Published: January 2021

Objective: To explore the clinical utility of detecting chromosome copy number variants (CNVs) in the fetus by noninvasive prenatal testing (NIPT) using the low-pass whole-genome sequencing.

Methods: Eight hundred and seventy-three singleton pregnancies with chromosomal microarray analysis (CMA) available between January 2017 to December 2019 and stored enough plasma sample for NIPT testing were included in this study. The CMA results show that forty-eight pregnancies with CNVs and eight hundred and twenty-five pregnancies are normal. Each pregnancy's plasma sample was blindly tested with NIPT at a depth of 0.51-1.19x for CNVs detection. The performance of the NIPT method for CNVs detection compared with the CMA method is evaluated.

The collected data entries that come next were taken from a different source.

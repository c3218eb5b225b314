//! Finding kinds as CI outputs see them: a one-line summary and a help text
//! per kind (SARIF rules, the Markdown summary, kinds.html), and the
//! `--only` / `--skip` filter. The list of kinds comes from the check
//! catalogue the report carries (`report.summary.checks`), or, where there
//! is no report yet (the filter), from the caller.

use super::{Report, Severity};
use std::collections::{BTreeMap, BTreeSet};

/// What one finding kind means and what to do about it.
pub struct KindHelp {
    pub kind: &'static str,
    /// One line: what was found.
    pub summary: &'static str,
    /// What it means and what to do.
    pub help: &'static str,
}

/// Every kind the report's checks may report, in catalogue order, each once.
pub fn report_kinds(report: &Report) -> Vec<&str> {
    let mut seen = BTreeSet::new();
    report
        .summary
        .checks
        .iter()
        .flat_map(|c| c.kinds.iter().map(String::as_str))
        .filter(|k| seen.insert(*k))
        .collect()
}

/// The title and description of the check that reports `kind`.
pub fn check_of<'r>(report: &'r Report, kind: &str) -> Option<(&'r str, &'r str)> {
    report
        .summary
        .checks
        .iter()
        .find(|c| c.kinds.iter().any(|k| k == kind))
        .map(|c| (c.title.as_str(), c.description.as_str()))
}

/// Every kind that has an entry in the help table.
pub fn helped_kinds() -> impl Iterator<Item = &'static str> {
    HELP.iter().map(|h| h.kind)
}

/// Help for `kind`, when the table below has it.
pub fn help(kind: &str) -> Option<&'static KindHelp> {
    HELP.iter().find(|h| h.kind == kind)
}

/// Our wording for each kind. Every registered kind must have an entry
/// (tested); a kind without one falls back to its check's description.
const HELP: &[KindHelp] = &[
    KindHelp {
        kind: "mass-imbalance",
        summary: "A reaction does not conserve the atoms of its formulas.",
        help: "The elements on both sides of the equation differ, so its ΔrG'° describes a different reaction. Fix the equation or the formulas of its metabolites; verdicts on it are unreliable until then.",
    },
    KindHelp {
        kind: "charge-imbalance",
        summary: "A reaction does not conserve charge.",
        help: "The charges on both sides differ. Within one compartment this often means a metabolite's charge is wrong (for example a proton written with charge 0); across a membrane it changes the electrical term of ΔrG'°. Check the charges of its metabolites.",
    },
    KindHelp {
        kind: "proton-only-imbalance",
        summary: "A reaction balances except for H+ within one compartment.",
        help: "H+ is fixed by the compartment's pH in the transformed convention, so ΔrG'° is not affected. Write the H+ if the model should balance protons for flux analysis.",
    },
    KindHelp {
        kind: "unbalance-unchecked",
        summary: "The balance of a reaction could not be checked.",
        help: "Some metabolite lacks a formula or charge (or has a generic group), so atoms or charge could not be counted. Add the missing formula or charge.",
    },
    KindHelp {
        kind: "condition-outside-range",
        summary: "A compartment's conditions lie outside the range the methods hold for.",
        help: "pH, ionic strength or temperature are outside the range of the transform used, so the energies computed there are extrapolations. Check the compartment's conditions and their units.",
    },
    KindHelp {
        kind: "copied-formation-energy",
        summary: "One ΔfG'° is given unchanged for compartments of different conditions.",
        help: "A transformed formation energy holds at one pH, ionic strength and temperature. State where it holds with `at:` (or give species data) so it is moved to each compartment's conditions.",
    },
    KindHelp {
        kind: "infeasible-direction",
        summary: "A direction the bounds allow needs ΔG' < 0 where the data say ΔG' > 0.",
        help: "Over every allowed concentration, even after the uncertainty allowance, the reaction cannot run this way. Check its bounds, its ΔrG'° and the concentration ranges of its metabolites; the estimate may also be wrong, so treat this as a prompt for expert review.",
    },
    KindHelp {
        kind: "marginal-direction",
        summary: "A direction the bounds allow is possible only near the concentration limits or within the uncertainty.",
        help: "The reaction can run this way only at the edge of the allowed concentrations or thanks to the uncertainty allowance. Worth a look when it carries flux.",
    },
    KindHelp {
        kind: "one-way-reversible",
        summary: "A reaction declared reversible can only run one way.",
        help: "Its ΔG' keeps one sign over every allowed concentration. Consider constraining its bounds to that direction.",
    },
    KindHelp {
        kind: "scenario-contradiction",
        summary: "A step of a flux scenario runs against its ΔG'.",
        help: "The flux direction observed or required in the scenario needs ΔG' < 0, but the data say ΔG' > 0 for every allowed concentration. Review the flux data, the ΔrG'° and the concentration ranges.",
    },
    KindHelp {
        kind: "scenario-marginal",
        summary: "A step of a flux scenario is possible only marginally.",
        help: "The step can run as the scenario says only near the concentration limits or within the uncertainty allowance.",
    },
    KindHelp {
        kind: "scenario-infeasible",
        summary: "The active steps of a scenario cannot run together.",
        help: "Each step may be possible alone, but no single set of concentrations lets all of them run at once. The report names a smallest conflicting set of reactions to review.",
    },
    KindHelp {
        kind: "scenario-not-decided",
        summary: "A scenario's joint feasibility or loop law could not be decided.",
        help: "The linear program behind the joint verdict did not give a trustworthy answer; the message says why.",
    },
    KindHelp {
        kind: "scenario-internal-cycle",
        summary: "A scenario's flux carries an internal cycle.",
        help: "Part of the given flux goes round a cycle with no net reaction, which no potentials can drive. The scenario page shows a loop-free flux with the same exchanges.",
    },
    KindHelp {
        kind: "no-energy-data",
        summary: "Reactions without a ΔrG'°, so without a direction verdict.",
        help: "Their metabolites lack formation energies (or the reaction lacks one of its own). Add data for the metabolites the coverage page ranks first; they unlock the most reactions.",
    },
    KindHelp {
        kind: "unset-compartment-conditions",
        summary: "A compartment runs at default pH and potential.",
        help: "Nobody stated its pH or electrical potential, so the defaults are used and verdicts there are softened. State its conditions in gibbsite.yaml.",
    },
    KindHelp {
        kind: "internal-loop",
        summary: "Reactions that can carry flux with every boundary reaction shut.",
        help: "Around such a loop the net reaction is nothing, so no cell can run it, yet flux-balance solutions may. Constrain the direction the report suggests, or correct the reactions that make the loop possible.",
    },
    KindHelp {
        kind: "inconsistent-cycle-energy",
        summary: "ΔrG'° values around a cycle do not add up to zero.",
        help: "Energies around a closed cycle must sum to zero; these differ by more than their uncertainty allowance, so at least one of them is wrong.",
    },
    KindHelp {
        kind: "forced-flux",
        summary: "Bounds that force flux were relaxed for the loop search.",
        help: "A reaction whose bounds exclude zero would make the closed network infeasible, so the loop search allowed it to stop. Check whether the forcing bound is intended.",
    },
    KindHelp {
        kind: "loop-analysis-incomplete",
        summary: "The loop or energy-cycle analysis did not finish or was cut short.",
        help: "Some loops or cycles may be missing from the report; the message says what was not assessed.",
    },
    KindHelp {
        kind: "energy-generating-cycle",
        summary: "The model regenerates an energy currency from nothing.",
        help: "With every boundary reaction shut, a dissipation reaction of the currency can still carry flux, so the model makes energy out of nothing. Constrain the directions of the example reactions that should not run that way.",
    },
    KindHelp {
        kind: "bare-number-unit-slip",
        summary: "A number written without a unit is read in a unit it was probably not meant in.",
        help: "A bare concentration is read as mol/L, a bare temperature as kelvin and a bare ionic strength as mol/L; the value given reads as implausible in that unit. Write the unit (for example `50 mM` or `25 °C`); the computed energies use the value as read until then.",
    },
    KindHelp {
        kind: "implausible-concentration",
        summary: "A concentration lies above 1 M or below 1 pM.",
        help: "Metabolite concentrations in cells lie far inside this range; a value outside it usually is a unit slip. Check the value and its unit; every ΔG' computed from it shifts by RT ln of the error.",
    },
    KindHelp {
        kind: "implausible-temperature",
        summary: "A temperature lies outside 273–373 K.",
        help: "Liquid water and the tabulated data cover this range only; a value outside it is usually a unit slip (°C written as K). Check the value and its unit.",
    },
    KindHelp {
        kind: "implausible-ionic-strength",
        summary: "An ionic strength lies above 0.5 M.",
        help: "Cellular ionic strength is about 0.1–0.25 M and the extended Debye–Hückel correction is not meant for much more; a larger value is usually a unit slip. Check the value and its unit.",
    },
    KindHelp {
        kind: "implausible-potential",
        summary: "A membrane potential has magnitude above 300 mV.",
        help: "Biological membranes sustain potentials of at most a few hundred millivolts; a larger value is usually a unit slip (V written for mV). Check the value and its unit.",
    },
    KindHelp {
        kind: "implausible-ph",
        summary: "A pH lies outside 4–10.",
        help: "Compartments of living cells lie inside this range; a value outside it is usually a typing slip. Check the value.",
    },
];

/// One row of the site's `kinds.html` (the page SARIF rules link to).
#[derive(Debug, Clone, serde::Serialize)]
pub struct KindRow {
    pub kind: String,
    pub summary: String,
    pub help: &'static str,
    pub check: String,
    /// Findings of this kind in the report.
    pub findings: usize,
}

/// Every registered kind with its help and count in `report`.
pub fn site_rows(report: &Report) -> Vec<KindRow> {
    report_kinds(report)
        .into_iter()
        .map(|kind| {
            let (check, description) = check_of(report, kind).unwrap_or(("", ""));
            KindRow {
                kind: kind.to_string(),
                summary: help(kind).map_or(description, |h| h.summary).to_string(),
                help: help(kind).map_or("", |h| h.help),
                check: check.to_string(),
                findings: report.summary.by_kind.get(kind).copied().unwrap_or(0),
            }
        })
        .collect()
}

/// Which kinds `--only` and `--skip` keep.
#[derive(Debug, Clone, Default, PartialEq, Eq)]
pub struct KindFilter {
    only: BTreeSet<String>,
    skip: BTreeSet<String>,
}

impl KindFilter {
    /// A filter from `--only` and `--skip` values; a kind not in `valid`
    /// (the registered kinds) is an error naming it and listing them.
    pub fn new(only: &[String], skip: &[String], valid: &[&str]) -> Result<KindFilter, String> {
        let unknown: Vec<&str> = only
            .iter()
            .chain(skip)
            .map(String::as_str)
            .filter(|k| !valid.contains(k))
            .collect();
        if !unknown.is_empty() {
            let quoted: Vec<String> = unknown.iter().map(|k| format!("`{k}`")).collect();
            let mut sorted = valid.to_vec();
            sorted.sort_unstable();
            return Err(format!(
                "unknown finding kind {}; valid kinds: {}",
                quoted.join(", "),
                sorted.join(", ")
            ));
        }
        Ok(KindFilter {
            only: only.iter().cloned().collect(),
            skip: skip.iter().cloned().collect(),
        })
    }

    pub fn is_empty(&self) -> bool {
        self.only.is_empty() && self.skip.is_empty()
    }

    pub fn keeps(&self, kind: &str) -> bool {
        (self.only.is_empty() || self.only.contains(kind)) && !self.skip.contains(kind)
    }

    /// Drops the findings of other kinds and recounts the summary (per
    /// severity, per kind, per check), so every output agrees.
    pub fn apply(&self, report: &mut Report) {
        if self.is_empty() {
            return;
        }
        report.findings.retain(|f| self.keeps(&f.kind));
        let count = |s: Severity| report.findings.iter().filter(|f| f.severity == s).count();
        report.summary.errors = count(Severity::Error);
        report.summary.warnings = count(Severity::Warning);
        report.summary.notes = count(Severity::Note);
        let mut by_kind: BTreeMap<String, usize> = BTreeMap::new();
        for f in &report.findings {
            *by_kind.entry(f.kind.clone()).or_default() += 1;
        }
        for check in &mut report.summary.checks {
            check.findings = check
                .kinds
                .iter()
                .map(|k| by_kind.get(k).copied().unwrap_or(0))
                .sum();
        }
        report.summary.by_kind = by_kind;
        // The headline counts errors and root causes point at findings.
        report.headline = Some(super::headline::headline(report));
        report.root_causes = super::root_causes::root_causes(report);
    }
}

#[cfg(test)]
mod tests {
    use super::*;

    /// Three of the registered kinds (the full list is tested through the
    /// CLI in tests/ci_outputs.rs).
    const VALID: &[&str] = &["internal-loop", "forced-flux", "energy-generating-cycle"];

    #[test]
    fn unknown_kind_is_refused_with_the_valid_list() {
        let e = KindFilter::new(&["internal-lop".into()], &[], VALID).unwrap_err();
        assert!(
            e.starts_with("unknown finding kind `internal-lop`; valid kinds: "),
            "{e}"
        );
        assert!(
            e.ends_with("energy-generating-cycle, forced-flux, internal-loop"),
            "{e}"
        );
        assert!(e.contains("energy-generating-cycle"), "{e}");
        let f = KindFilter::new(&[], &["forced-flux".into()], VALID).unwrap();
        assert!(!f.keeps("forced-flux") && f.keeps("internal-loop"));
        let f = KindFilter::new(&["internal-loop".into()], &[], VALID).unwrap();
        assert!(f.keeps("internal-loop") && !f.keeps("forced-flux"));
    }
}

Results: A total of fifty-two CNVs ranging from 0.1-47.3 Mb identified in forty-eight samples were identified by NIPT, of which thirty-four CNVs were consistent with CMA results. Additionally, eighteen CNVs were missed by NIPT. The overall sensitivity and specificity for the detection of CNVs were 65.38% (95% CI: 51.76%-76.89%) and 97.45% (95% CI: 96.12%-98.35%), respectively. However, for the detection of CNVs larger than 2 Mb and CNVs less than 2Mb, the sensitivities were 81.58% (95% CI: 66.27%-91.09%) and 21.43% (95% CI: 6.84%-48.32%), respectively.

Conclusion: Our study demonstrated that the NIPT might be an alternative method for screening CNVs comparable with other studies. However, CNVs less than 2Mb in length shows poor sensitivity by NIPT. Noninvasive CNVs detection based on the NIPT method still needs more clinical validation studies and technical improvement to achieve clinically acceptable accuracy.